12:07 09.10.2017

FAO launches $12 mln project to benefit Ukraine's forest-steppe

2 min read
FAO launches $12 mln project to benefit Ukraine's forest-steppe

 Food and Agriculture Organization of the United Nations (FAO) has launched a four-year, $12 million project to benefit Ukraine's forest-steppe.

According to the press release of FAO, the project is financed in part by the Global Environment Facility, or GEF.

The project will be launched in three regions – Kyiv, Kharkiv and Mykolaiv, where a demonstration area of 33,000 hectares will be created.

Interventions under the project will begin with the critical step of adjusting the legal and institutional framework in favor of sustainable management. Another element will be restoration of the productivity and resilience of production landscapes. Climate-smart agricultural practices will be introduced on 3,500 hectares of land.

FAO said that some 3,000 forest areas for wood production should be managed sustainably by 2021, reducing soil erosion problems. Broadleaf trees will be planted on agricultural land to ensure better carbon capture by the soil. Guidelines will be developed for windbreaks – currently unregulated and neglected area. A 1,000-hectare demonstration area will be set up in the forest-steppe zone, providing a wide range of ecosystem services related to regulation of water, pests and disease.
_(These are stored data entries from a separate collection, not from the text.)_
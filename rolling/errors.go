package rolling

import (
	"errors"
	"fmt"
)

var (
	// ErrBadSpec is returned by NewSensor for a window whose span or pane
	// width is not positive, or whose span is not a whole multiple of its
	// pane width.
	ErrBadSpec = errors.New("rolling: bad window spec")

	// ErrNonFinite is returned by Sensor.Add for a NaN or infinite value.
	ErrNonFinite = errors.New("rolling: value is not finite")

	// ErrOutOfRange is returned, wrapped in a *RangeError, by Sensor.Add
	// for a value beyond ±MaxValue; nothing was stored.
	ErrOutOfRange = errors.New("rolling: value out of range")

	// ErrTooOld is returned by Sensor.Add when the reading's pane is older
	// than every window of the sensor; nothing was stored.
	ErrTooOld = errors.New("rolling: reading older than every window")

	// ErrPaneFull is returned by Sensor.Add when a pane already holds
	// the maximum count of readings (2³²−1); nothing was stored.
	ErrPaneFull = errors.New("rolling: pane holds too many readings")

	// ErrNotEnoughData is set in Fit.Err when the window holds no more
	// readings than the model has coefficients (for exp: no more positive
	// readings than coefficients).
	ErrNotEnoughData = errors.New("rolling: not enough data")

	// ErrNoTimeSpread is set in Fit.Err when every reading of the window
	// carries the same time, so no rate can be fitted.
	ErrNoTimeSpread = errors.New("rolling: all readings at one instant")

	// ErrSingular is set in Fit.Err when the normal matrix is not
	// positive definite: the readings sit at too few distinct instants
	// for the model (e.g. two instants for a parabola).
	ErrSingular = errors.New("rolling: normal matrix not positive definite")

	// ErrConstant is set in Fit.Err when every value used by the fit is
	// the same. The coefficients are still exact (level = the value, rates
	// zero) and the standard errors zero, but R² is undefined and left 0.
	ErrConstant = errors.New("rolling: all values equal")

	// ErrNumeric is set in Fit.Err when the fit's numbers leave
	// float64's range: a result overflows (values near MaxValue changing
	// within nanoseconds), or the values differ by so little (below about
	// 1e-146, as values near 1e-154 do) that their squared differences
	// fall among the subnormal numbers and lose their digits.
	ErrNumeric = errors.New("rolling: sums out of floating-point range")

	// ErrUnresolved is set in Fit.Err when the residual sum of squares is
	// below the rounding error of the sums it is computed from, so its
	// value is not known, only that it is tiny: readings on an exact
	// curve, or a change across a pane 10⁸ times the noise. The fit stays
	// usable (OK reports true) and its coefficients are as precise as
	// ever, but the residual sum is taken at its rounding bound: ResidSD,
	// SE, CI and Cov are upper bounds and R² a lower bound. It replaces a
	// residual sum clamped to zero, which claimed SE = 0 and R² = 1.
	ErrUnresolved = errors.New("rolling: residuals below rounding resolution")

	// ErrSerialUnknown is set in Fit.SerialErr when the serial correlation
	// of the residuals cannot be estimated: fewer than MinPairs pairs of
	// consecutive readings in time order, or an effective sample size of
	// no more readings than coefficients. SEAdj and CIAdj are then zero.
	ErrSerialUnknown = errors.New("rolling: serial correlation unknown")

	// ErrModel is returned for a Model value the operation does not support.
	ErrModel = errors.New("rolling: unsupported model")
)

// RangeError is the error of Sensor.Add for a value beyond ±MaxValue.
// It unwraps to ErrOutOfRange.
type RangeError struct {
	Value float64
}

func (e *RangeError) Error() string {
	return fmt.Sprintf("rolling: value out of range: %g beyond ±%g", e.Value, MaxValue)
}

func (e *RangeError) Unwrap() error { return ErrOutOfRange }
"We have several FAO projects in Europe and Central Asia financed the Global Environment Facility, but this is the first in Ukraine. These concern sustainable forest management, climate change and land degradation. Others are expected to follow, for example in Serbia, Moldova and Uzbekistan," FAO focal point for GEF in Europe and Central Asia Anastasiya Idrisova said.
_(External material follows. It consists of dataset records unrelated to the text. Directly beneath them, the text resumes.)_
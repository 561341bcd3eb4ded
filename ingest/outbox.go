package ingest

import (
	"bytes"
	"context"
	"encoding/binary"
	"encoding/json"
	"errors"
	"fmt"
	"net/http"
	"net/url"
	"strconv"
	"sync"
	"time"

	"github.com/nats-io/nats.go"
	"github.com/rs/zerolog"

	"driftfit/alert"
	"driftfit/store"
)

// Outbox lanes: what a committed delivery goes to. Everything the
// service publishes about alerts is first stored in the outbox in the
// same transaction as the state it derives from, then sent, then deleted
// by a later commit; a crash in between sends it again, under the same
// id, so receivers can drop the repeat.
const (
	laneBus     byte = 'B' // alert events and tickets on NATS
	laneWebhook byte = 'W' // tickets posted to the webhook
	laneLegacy  byte = 0   // webhook posts stored by earlier versions
)

// HeaderIdempotency carries a ticket revision's id on webhook posts.
const HeaderIdempotency = "Idempotency-Key"

// Webhook configures the delivery of tickets over HTTP. The zero value
// delivers nothing.
type Webhook struct {
	// URL receives each ticket revision (opening, closing) as a JSON POST
	// with the Idempotency-Key header set to the revision's id. Empty:
	// no webhook.
	URL string
	// Authorization, if not empty, is sent as the Authorization header.
	Authorization string
	// Timeout bounds one POST. Default 10s.
	Timeout time.Duration
	// FirstRetry is the wait after the first failure; it doubles up to
	// MaxBackoff. Defaults 1s and 5m.
	FirstRetry, MaxBackoff time.Duration
}

// envelope is an outbox item of lane laneBus or laneWebhook: where it
// goes, the id receivers dedupe it by, and the payload.
type envelope struct {
	subject string // laneBus only
	id      string
	data    []byte
}

const envelopeVersion = 1

func appendEnvelope(dst []byte, e envelope) []byte {
	dst = append(dst, envelopeVersion)
	dst = binary.AppendUvarint(dst, uint64(len(e.subject)))
	dst = append(dst, e.subject...)
	dst = binary.AppendUvarint(dst, uint64(len(e.id)))
	dst = append(dst, e.id...)
	return append(dst, e.data...)
}

var errEnvelope = errors.New("ingest: outbox item unreadable")

func decodeEnvelope(b []byte) (envelope, error) {
	if len(b) == 0 || b[0] != envelopeVersion {
		return envelope{}, errEnvelope
	}
	b = b[1:]
	var e envelope
	for _, dst := range []*string{&e.subject, &e.id} {
		n, k := binary.Uvarint(b)
		if k <= 0 || n > uint64(len(b)-k) {
			return envelope{}, errEnvelope
		}
		*dst = string(b[k : k+int(n)])
		b = b[k+int(n):]
	}
	e.data = b
	return e, nil
}

// outbox sends committed deliveries and collects which were sent, for the
// committer to delete with its next commit: the committer stays the one
// writer of the DB.
type outbox struct {
	s      *Service
	log    zerolog.Logger
	client *http.Client

	mu       sync.Mutex
	queue    []store.OutboxItem // bus items committed, not yet sent
	inflight int                // bus items being sent
	done     []store.OutboxItem // sent, not yet deleted
	busWake  chan struct{}
	webWake  chan struct{}
}

func newOutbox(s *Service) *outbox {
	return &outbox{
		s: s, log: s.log.With().Str("component", "outbox").Logger(),
		client:  &http.Client{Timeout: s.o.Webhook.Timeout},
		busWake: make(chan struct{}, 1), webWake: make(chan struct{}, 1),
	}
}

// committed takes the outbox items a commit stored. Called by the
// committer.
func (o *outbox) committed(items []store.OutboxItem) {
	bus, web := false, false
	o.mu.Lock()
	for _, it := range items {
		switch it.Lane {
		case laneBus:
			o.queue = append(o.queue, it)
			bus = true
		case laneWebhook:
			web = true
		}
	}
	o.mu.Unlock()
	if bus {
		wake(o.busWake)
	}
	if web {
		wake(o.webWake)
	}
}

// takeDone returns the items sent since the last call. Called by the
// committer.
func (o *outbox) takeDone() []store.OutboxItem {
	o.mu.Lock()
	defer o.mu.Unlock()
	d := o.done
	o.done = nil
	return d
}

// flushed waits until every bus item committed so far is sent, or
// timeout passes; it reports whether they were.
func (o *outbox) flushed(timeout time.Duration) bool {
	deadline := time.Now().Add(timeout)
	for {
		o.mu.Lock()
		idle := len(o.queue) == 0 && o.inflight == 0
		o.mu.Unlock()
		if idle {
			return true
		}
		if time.Now().After(deadline) {
			o.log.Warn().Dur("waited", timeout).Msg("alert events and tickets left unsent; sent at the next start")
			return false
		}
		time.Sleep(5 * time.Millisecond)
	}
}

// pendingDone reports whether sent items wait to be deleted.
func (o *outbox) pendingDone() bool {
	o.mu.Lock()
	defer o.mu.Unlock()
	return len(o.done) > 0
}

func (o *outbox) sent(it store.OutboxItem) {
	o.mu.Lock()
	o.done = append(o.done, store.OutboxItem{Lane: it.Lane, Seq: it.Seq})
	o.mu.Unlock()
}

func wake(c chan struct{}) {
	select {
	case c <- struct{}{}:
	default:
	}
}

// loadLeft queues what a previous run left unsent in the outbox. Run
// calls it before the first commit, so nothing is queued twice.
func (o *outbox) loadLeft() error {
	left, err := o.s.o.DB.Outbox(laneBus, 0, 1<<30)
	var skipped *store.SkippedError
	switch {
	case errors.As(err, &skipped):
		// The damaged items cannot be sent; the good ones still are.
		o.log.Error().Err(err).Msg("outbox items damaged")
	case err != nil:
		return fmt.Errorf("ingest: outbox: %w", err)
	}
	if len(left) > 0 {
		o.log.Info().Int("n", len(left)).Msg("sending alert events and tickets left from before the restart")
		o.queue = append(left, o.queue...)
	}
	return nil
}

// runBus publishes committed alert events and tickets until ctx is done. A publication
// counts as sent once the server has it (a flush round trip); until then
// it is retried.
func (o *outbox) runBus(ctx context.Context) {
	backoff := 100 * time.Millisecond
	for {
		o.mu.Lock()
		batch := o.queue
		o.queue, o.inflight = nil, len(batch)
		o.mu.Unlock()
		n, err := o.publish(batch)
		o.mu.Lock()
		o.inflight = 0
		if err != nil {
			o.queue = append(batch[n:], o.queue...)
		}
		o.mu.Unlock()
		if err != nil {
			o.log.Warn().Err(err).Int("unsent", len(batch)-n).Dur("retry_in", backoff).Msg("alert publication failed")
			select {
			case <-ctx.Done():
				return
			case <-time.After(backoff):
			}
			backoff = min(2*backoff, 30*time.Second)
			continue
		}
		backoff = 100 * time.Millisecond
		select {
		case <-ctx.Done():
			return
		case <-o.busWake:
		}
	}
}

// publish sends the items and flushes; it returns how many were sent.
func (o *outbox) publish(items []store.OutboxItem) (int, error) {
	if len(items) == 0 {
		return 0, nil
	}
	nc := o.s.o.Conn
	for i, it := range items {
		e, err := decodeEnvelope(it.Data)
		if err != nil {
			o.log.Error().Err(err).Uint64("seq", it.Seq).Msg("outbox item dropped")
			o.sent(it)
			continue
		}
		msg := nats.NewMsg(e.subject)
		msg.Data = e.data
		msg.Header.Set(nats.MsgIdHdr, e.id)
		if err := nc.PublishMsg(msg); err != nil {
			return i, err
		}
		o.logPublished(e)
	}
	if err := nc.FlushTimeout(5 * time.Second); err != nil {
		return 0, fmt.Errorf("flush: %w", err)
	}
	for _, it := range items {
		o.sent(it)
	}
	return len(items), nil
}

// logPublished logs an alert event or ticket once it is on the bus.
func (o *outbox) logPublished(e envelope) {
	if e.subject == o.s.o.TicketSubject {
		var tk alert.Ticket
		if json.Unmarshal(e.data, &tk) == nil {
			o.log.Info().Str("sensor", tk.Sensor).Str("ticket", tk.ID).Time("due", tk.Due).Bool("closed", tk.Calibration != nil).
				Msg("recalibration ticket")
		}
		return
	}
	var ev alert.Event
	if json.Unmarshal(e.data, &ev) != nil {
		return
	}
	lvl := o.log.Info()
	if ev.Severity == alert.Critical {
		lvl = o.log.Warn()
	}
	lvl.Str("sensor", ev.Sensor).Str("window", ev.Window).Str("kind", ev.Kind.String()).Str("type", ev.Type.String()).
		Str("severity", ev.Severity.String()).Float64("value", ev.Value).Float64("limit", ev.Limit).Str("unit", ev.Unit).
		Msg("alert")
}

// runWebhook posts committed tickets to the webhook, oldest first,
// retrying with exponential backoff, until ctx is done. An item counts as
// sent only after the receiver answered 2xx, so none is lost while it is
// down; the Idempotency-Key lets the receiver drop a repeat after a crash.
func (o *outbox) runWebhook(ctx context.Context) {
	hook := o.s.o.Webhook
	if hook.URL == "" {
		return
	}
	backoff := hook.FirstRetry
	var after [256]uint64 // per lane: items up to this seq were posted
	for {
		failed, full := false, false
		for _, lane := range []byte{laneLegacy, laneWebhook} {
			items, err := o.s.o.DB.Outbox(lane, after[lane], 32)
			if err != nil {
				o.log.Error().Err(err).Msg("outbox read")
			}
			full = full || len(items) == 32
			for _, it := range items {
				if err := o.post(ctx, it); err != nil {
					o.log.Warn().Err(err).Str("url", redactURL(hook.URL)).Dur("retry_in", backoff).Msg("ticket delivery failed")
					failed = true
					break
				}
				after[lane] = it.Seq
				o.sent(it)
			}
			if failed {
				break
			}
		}
		wait := time.Hour
		switch {
		case failed:
			wait = backoff
			backoff = min(2*backoff, hook.MaxBackoff)
		case full:
			wait = 0
		default:
			backoff = hook.FirstRetry
		}
		select {
		case <-ctx.Done():
			return
		case <-o.webWake:
		case <-time.After(wait):
		}
	}
}

func (o *outbox) post(ctx context.Context, it store.OutboxItem) error {
	e := envelope{id: "outbox-" + strconv.FormatUint(it.Seq, 10), data: it.Data}
	if it.Lane != laneLegacy {
		var err error
		if e, err = decodeEnvelope(it.Data); err != nil {
			o.log.Error().Err(err).Uint64("seq", it.Seq).Msg("outbox item dropped")
			return nil
		}
	}
	hook := o.s.o.Webhook
	req, err := http.NewRequestWithContext(ctx, http.MethodPost, hook.URL, bytes.NewReader(e.data))
	if err != nil {
		return err
	}
	req.Header.Set("Content-Type", "application/json")
	req.Header.Set(HeaderIdempotency, e.id)
	if hook.Authorization != "" {
		req.Header.Set("Authorization", hook.Authorization)
	}
	resp, err := o.client.Do(req)
	if err != nil {
		var ue *url.Error
		if errors.As(err, &ue) {
			err = ue.Err // the URL may carry a token: said once, redacted, by the caller
		}
		return err
	}
	resp.Body.Close()
	if resp.StatusCode/100 != 2 {
		return fmt.Errorf("receiver answered %s", resp.Status)
	}
	return nil
}

// redactURL returns u without its user information and query values,
// which may hold credentials.
func redactURL(u string) string {
	p, err := url.Parse(u)
	if err != nil {
		return "(unparsable URL)"
	}
	p.User = nil
	if p.RawQuery != "" {
		p.RawQuery = "redacted"
	}
	return p.String()
}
FAO said that Agriculture dominates the landscape as it covers about 70% of the country's total land area. Forests rank second with 16%.
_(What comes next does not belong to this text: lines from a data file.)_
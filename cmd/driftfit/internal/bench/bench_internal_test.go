package bench

import (
	"math"
	"math/rand/v2"
	"strings"
	"testing"
	"time"

	"driftfit/rolling"
)

// TestBenchReport_Check: the command fails on a phase that applied
// nothing or a number that is not finite, and never on speed.
func TestBenchReport_Check(t *testing.T) {
	good := func() Report {
		return Report{
			Throughput: []benchThroughput{{Case: "direct 1/msg", Readings: 10, AppliedPerSec: 1, BaselinePerSec: 1000, Ratio: 0.001}},
			Latency:    benchLatency{Samples: 1, P50Ms: 900, P99Ms: 900, MaxMs: 900},
			Alerts:     []benchAlert{{Sensors: 10, Load: "idle", Probes: 5, Raised: 5, CloseP50Ms: 1, CloseP99Ms: 2, CloseMaxMs: 2}},
			Fleets:     []benchFleet{{Sensors: 10, Commits: 1, RestoreMs: 1e6}},
		}
	}
	for _, tc := range []struct {
		name   string
		change func(*Report)
		want   string // "" for no error
	}{
		{"slow but sane", func(*Report) {}, ""},
		{"nothing applied", func(r *Report) { r.Throughput[0].Readings = 0 }, "no reading applied"},
		{"baseline empty", func(r *Report) { r.Throughput[0].BaselinePerSec = 0 }, "baseline received nothing"},
		{"NaN ratio", func(r *Report) { r.Throughput[0].Ratio = math.NaN() }, "NaN"},
		{"no probe", func(r *Report) { r.Latency.Samples = 0 }, "no probe"},
		{"infinite latency", func(r *Report) { r.Latency.P99Ms = math.Inf(1) }, "+Inf"},
		{"fleet without commits", func(r *Report) { r.Fleets[0].Commits = 0 }, "no commit"},
		{"late alerts are sane", func(r *Report) { r.Alerts[0].CloseP99Ms = 5000 }, ""},
		{"no alert", func(r *Report) { r.Alerts[0].Raised = 0 }, "5 of 5 probes raised no alert"},
		{"one probe not raised", func(r *Report) { r.Alerts[0].Raised = 4 }, "1 of 5 probes raised no alert"},
		{"NaN alert latency", func(r *Report) { r.Alerts[0].CrossP50Ms = math.NaN() }, "alert latency, idle, 10 sensors: a result is NaN"},
	} {
		t.Run(tc.name, func(t *testing.T) {
			r := good()
			tc.change(&r)
			err := r.Check()
			switch {
			case tc.want == "" && err != nil:
				t.Errorf("check() = %v, want nil", err)
			case tc.want != "" && (err == nil || !strings.Contains(err.Error(), tc.want)):
				t.Errorf("check() = %v, want an error containing %q", err, tc.want)
			}
		})
	}
}

func TestGrouped(t *testing.T) {
	for _, tc := range []struct {
		v    float64
		want string
	}{{0, "0"}, {999.4, "999"}, {1000, "1,000"}, {1234567.6, "1,234,568"}, {-45000, "-45,000"}} {
		if got := grouped(tc.v); got != tc.want {
			t.Errorf("grouped(%v) = %q, want %q", tc.v, got, tc.want)
		}
	}
}

// TestProbeLatency checks the matching of a raised event to the reading
// that closed the pane it judged, on hand-worked times. Panes are 1 s
// wide and aligned to the Unix epoch, so the pane of a time t is
// [t − t mod 1 s, +1 s); b is 1,000 s after the epoch, a pane start.
func TestProbeLatency(t *testing.T) {
	const b = int64(1000 * time.Second)
	ms := func(n int64) int64 { return b + n*int64(time.Millisecond) }
	for _, tc := range []struct {
		name              string
		stamps            []int64
		cross             int
		last, recv        int64
		fromClose, fromCx time.Duration
		off, ok           bool
	}{
		{
			// Crossing at b+950 ms in pane [b, b+1 s); the first reading at
			// or after b+1 s (b+1,050 ms) closes it; received at b+1,150 ms:
			// 1,150 − 1,050 = 100 ms and 1,150 − 950 = 200 ms.
			name:   "first close after the crossing",
			stamps: []int64{ms(700), ms(800), ms(900), ms(950), ms(1050), ms(1060)},
			cross:  3, last: ms(950), recv: ms(1150),
			fromClose: 100 * time.Millisecond, fromCx: 200 * time.Millisecond, ok: true,
		},
		{
			// A reading exactly at b+1 s is the first of the next pane, so
			// it is the closing one: 1,030 − 1,000 = 30 ms.
			name:   "closing reading on the boundary",
			stamps: []int64{ms(700), ms(800), ms(900), ms(950), ms(1000)},
			cross:  3, last: ms(950), recv: ms(1030),
			fromClose: 30 * time.Millisecond, fromCx: 80 * time.Millisecond, ok: true,
		},
		{
			// Judged pane [b+1 s, b+2 s), closed by b+2,010 ms; the crossing
			// at b+950 ms lies a pane earlier: 2,100 − 2,010 = 90 ms and
			// 2,100 − 950 = 1,150 ms.
			name:   "a pane close late",
			stamps: []int64{ms(700), ms(800), ms(900), ms(950), ms(1500), ms(1990), ms(2010)},
			cross:  3, last: ms(1990), recv: ms(2100),
			fromClose: 90 * time.Millisecond, fromCx: 1150 * time.Millisecond, off: true, ok: true,
		},
		{
			name:   "judged pane ended before the crossing",
			stamps: []int64{ms(700), ms(800), ms(1100), ms(1200), ms(2100)},
			cross:  3, last: ms(800), recv: ms(1300),
		},
		{
			name:   "no reading closed the pane",
			stamps: []int64{ms(700), ms(800), ms(900), ms(950)},
			cross:  3, last: ms(950), recv: ms(1300),
		},
		{
			name:   "too few readings to cross",
			stamps: []int64{ms(700), ms(800)},
			cross:  3, last: ms(800), recv: ms(1300),
		},
	} {
		t.Run(tc.name, func(t *testing.T) {
			c, x, off, ok := probeLatency(tc.stamps, tc.cross, tc.last, tc.recv, time.Second)
			if ok != tc.ok || (ok && (c != tc.fromClose || x != tc.fromCx || off != tc.off)) {
				t.Errorf("probeLatency = %v, %v, off %v, ok %v; want %v, %v, off %v, ok %v", c, x, off, ok, tc.fromClose, tc.fromCx, tc.off, tc.ok)
			}
		})
	}
}

// TestProbeLatency_ClosingReadingAsRolling checks that the reading
// probeLatency takes as closing the judged pane is the one on which
// rolling.Sensor reports a pane close, for readings every 37 ms over
// three panes.
func TestProbeLatency_ClosingReadingAsRolling(t *testing.T) {
	s, err := rolling.NewSensor(rolling.WindowSpec{Span: 2 * time.Minute, Pane: time.Second})
	if err != nil {
		t.Fatal(err)
	}
	const b = int64(1000 * time.Second)
	var stamps []int64
	for at := b + int64(13*time.Millisecond); at < b+int64(3*time.Second); at += int64(37 * time.Millisecond) {
		stamps = append(stamps, at)
	}
	for i, at := range stamps {
		if s.Closes(at) != 0 {
			// The judged fit's newest reading is the one before.
			c, _, _, ok := probeLatency(stamps, 0, stamps[i-1], at, time.Second)
			if !ok || c != 0 {
				t.Errorf("reading %d at %d closes a pane in rolling; probeLatency takes another (from close %v, ok %v)", i, at, c, ok)
			}
		}
		if err := s.Add(rolling.Reading{UnixNano: at, Value: 1}); err != nil {
			t.Fatal(err)
		}
	}
}

// TestQuantilesMs: samples 1, 2, …, 100 ms, shuffled with a fixed seed.
// Rank ⌊q·(n−1)⌋ of the sorted samples: ⌊0.5·99⌋ = 49 is 50 ms,
// ⌊0.99·99⌋ = 98 is 99 ms, and the maximum 100 ms. For n = 100 these are
// also the type 1 quantiles of Hyndman and Fan (1996), x(⌈n·q⌉):
// x(50) and x(99).
func TestQuantilesMs(t *testing.T) {
	ds := make([]time.Duration, 100)
	for i := range ds {
		ds[i] = time.Duration(i+1) * time.Millisecond
	}
	const seed = 5
	t.Logf("shuffle seed %d", seed)
	rand.New(rand.NewPCG(seed, seed)).Shuffle(len(ds), func(i, j int) { ds[i], ds[j] = ds[j], ds[i] })
	p50, p99, mx := quantilesMs(ds)
	if p50 != 50 || p99 != 99 || mx != 100 {
		t.Errorf("quantilesMs(1..100 ms) = %v, %v, %v; want 50, 99, 100", p50, p99, mx)
	}
	if p50, p99, mx := quantilesMs(nil); p50 != 0 || p99 != 0 || mx != 0 {
		t.Errorf("quantilesMs(nil) = %v, %v, %v; want zeros", p50, p99, mx)
	}
}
"Unfortunately, both agricultural and forest areas are degraded, depleted, or even contaminated. Soil erosion by water and wind, acidification and inundation are growing problems caused by inadequate management practices and exacerbated by climate change," FAO said.

"Agriculture employs 15% of the people," Idrisova added.

"The project has been designed so that at the end of the day, it will be those people who benefit most from farmland and forests being in better shape," she said.